OpenMonoGS-SLAM: Monocular Gaussian Splatting SLAM with Open-set Semantics

Simultaneous Localization and Mapping (SLAM) is a foundational component in robotics, AR/VR, and autonomous systems. With the rising focus on spatial AI in recent years, combining SLAM with semantic understanding has become increasingly important for enabling intelligent perception and interaction. Recent efforts have explored this integration, but they often rely on depth sensors or closed-set semantic models, limiting their scalability and adaptability in open-world environments. In this work, we present OpenMonoGS-SLAM, the first monocular SLAM framework that unifies 3D Gaussian Splatting (3DGS) with open-set semantic understanding. To achieve our goal, we leverage recent advances in Visual Foundation Models (VFMs), including MASt3R for visual geometry and SAM and CLIP for open-vocabulary semantics. These models provide robust generalization across diverse tasks, enabling accurate monocular camera tracking and mapping, as well as a rich understanding of semantics in open-world environments. Our method operates without any depth input or 3D semantic ground truth, relying solely on self-supervised learning objectives. Furthermore, we propose a memory mechanism specifically designed to manage high-dimensional semantic features, which effectively constructs Gaussian semantic feature maps, leading to strong overall performance. Experimental results demonstrate that our approach achieves performance comparable to or surpassing existing baselines in both closed-set and open-set segmentation tasks, all without relying on supplementary sensors such as depth maps or semantic annotations.

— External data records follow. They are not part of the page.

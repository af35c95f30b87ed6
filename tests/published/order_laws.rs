//! Choices of the tests that compare by order, against counting every arrangement; `tests/law` counts for the usual choices.

use risefall::method::{Outcome, Refusal};
use serde_json::{Value, json};

use crate::reference::{ask, fact};

fn judge(method: &str, readings: &[f64], extra: Value) -> Result<Outcome, Refusal> {
    let mut body = json!({ "readings": readings });
    body.as_object_mut().unwrap().extend(extra.as_object().unwrap().clone());
    ask(method, body).1
}

/// A small generator for test data (the multiplier of MINSTD).
struct Dice(u64);

impl Dice {
    fn roll(&mut self, sides: u64) -> u64 {
        self.0 = self.0 * 48_271 % 0x7fff_ffff;
        self.0 % sides
    }

    fn series(&mut self, length: usize, values: u64) -> Vec<f64> {
        (0..length).map(|_| self.roll(values) as f64).collect()
    }
}

/// All different arrangements of some readings.
fn arrangements(readings: &[f64]) -> Vec<Vec<f64>> {
    let mut sorted = readings.to_vec();
    sorted.sort_by(f64::total_cmp);
    let mut all = vec![sorted.clone()];
    loop {
        let Some(i) = (1..sorted.len()).rev().find(|&i| sorted[i - 1] < sorted[i]) else { return all };
        let j = (i..sorted.len()).rev().find(|&j| sorted[j] > sorted[i - 1]).unwrap();
        sorted.swap(i - 1, j);
        sorted[i..].reverse();
        all.push(sorted.clone());
    }
}

/// Pettitt's two-sided p is the share of arrangements with a K at least as large, and strict counting of turning points and of
/// runs up and down is exact as well.
#[test]
fn exact_p_of_other_choices() {
    let mut dice = Dice(77);
    for (length, values) in [(6, 3), (7, 4), (6, 30)] {
        let readings = dice.series(length, values);
        let all = arrangements(&readings);
        let share = |method: &str, extra: Value, statistic: &str, at_most: bool| {
            let observed = judge(method, &readings, extra.clone()).unwrap();
            let limit = fact(&observed, statistic);
            let reach = all.iter().filter(|one| {
                let value = fact(&judge(method, one, extra.clone()).unwrap(), statistic);
                if at_most { value <= limit } else { value >= limit }
            });
            (observed, reach.count() as f64 / all.len() as f64)
        };
        let (observed, expected) = share("pettitt", json!({}), "k", false);
        assert!((observed.p.value - expected).abs() < 1e-12, "{readings:?}");
        for (method, statistic) in [("turning-points", "turning_points"), ("runs-up-down", "runs")] {
            let (observed, expected) = share(method, json!({ "equal": "strict" }), statistic, true);
            assert!((fact(&observed, "p_smooth") - expected).abs() < 1e-12, "{method} {readings:?}");
        }
    }
}

/// With seek=rising or falling a pattern screen judges a smooth order only; an alternating one contradicts a trend.
#[test]
fn a_trend_is_smooth() {
    let readings = Dice(9).series(24, 100);
    for method in ["runs-about-median", "runs-up-down", "turning-points", "rank-von-neumann"] {
        for seek in ["rising", "falling"] {
            let outcome = judge(method, &readings, json!({ "seek": seek })).unwrap();
            assert_eq!(outcome.p.value, fact(&outcome, "p_smooth"), "{method}");
            let refused = judge(method, &readings, json!({ "seek": seek, "toward": "alternating" })).unwrap_err();
            assert!(refused.to_string().contains("contradict"), "{method}");
        }
        let outcome = judge(method, &readings, json!({ "toward": "alternating" })).unwrap();
        assert_eq!(outcome.p.value, fact(&outcome, "p_alternating"), "{method}");
    }
}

翻译：同步定位与建图（SLAM）是机器人技术、增强现实/虚拟现实（AR/VR）以及自主系统中的基础组件。近年来，随着对空间人工智能的关注度日益提升，将SLAM与语义理解相结合对于实现智能感知与交互变得愈发重要。近期的研究探索了这种融合，但它们通常依赖于深度传感器或闭集语义模型，这限制了其在开放世界环境中的可扩展性和适应性。在本工作中，我们提出了OpenMonoGS-SLAM，这是首个将3D高斯溅射（3DGS）与开放集语义理解相统一的单目SLAM框架。为实现这一目标，我们利用了视觉基础模型（VFMs）的最新进展，包括用于视觉几何的MASt3R模型，以及用于开放词汇语义的SAM和CLIP模型。这些模型在多样化任务中展现出强大的泛化能力，从而实现了精确的单目相机跟踪与建图，以及对开放世界环境中语义的丰富理解。我们的方法无需任何深度输入或3D语义真值，仅依赖于自监督学习目标。此外，我们提出了一种专门设计用于管理高维语义特征的内存机制，该机制能有效构建高斯语义特征图，从而带来优异的整体性能。实验结果表明，我们的方法在闭集和开放集分割任务中均取得了与现有基线相当或更优的性能，且完全不依赖于深度图或语义标注等辅助传感器。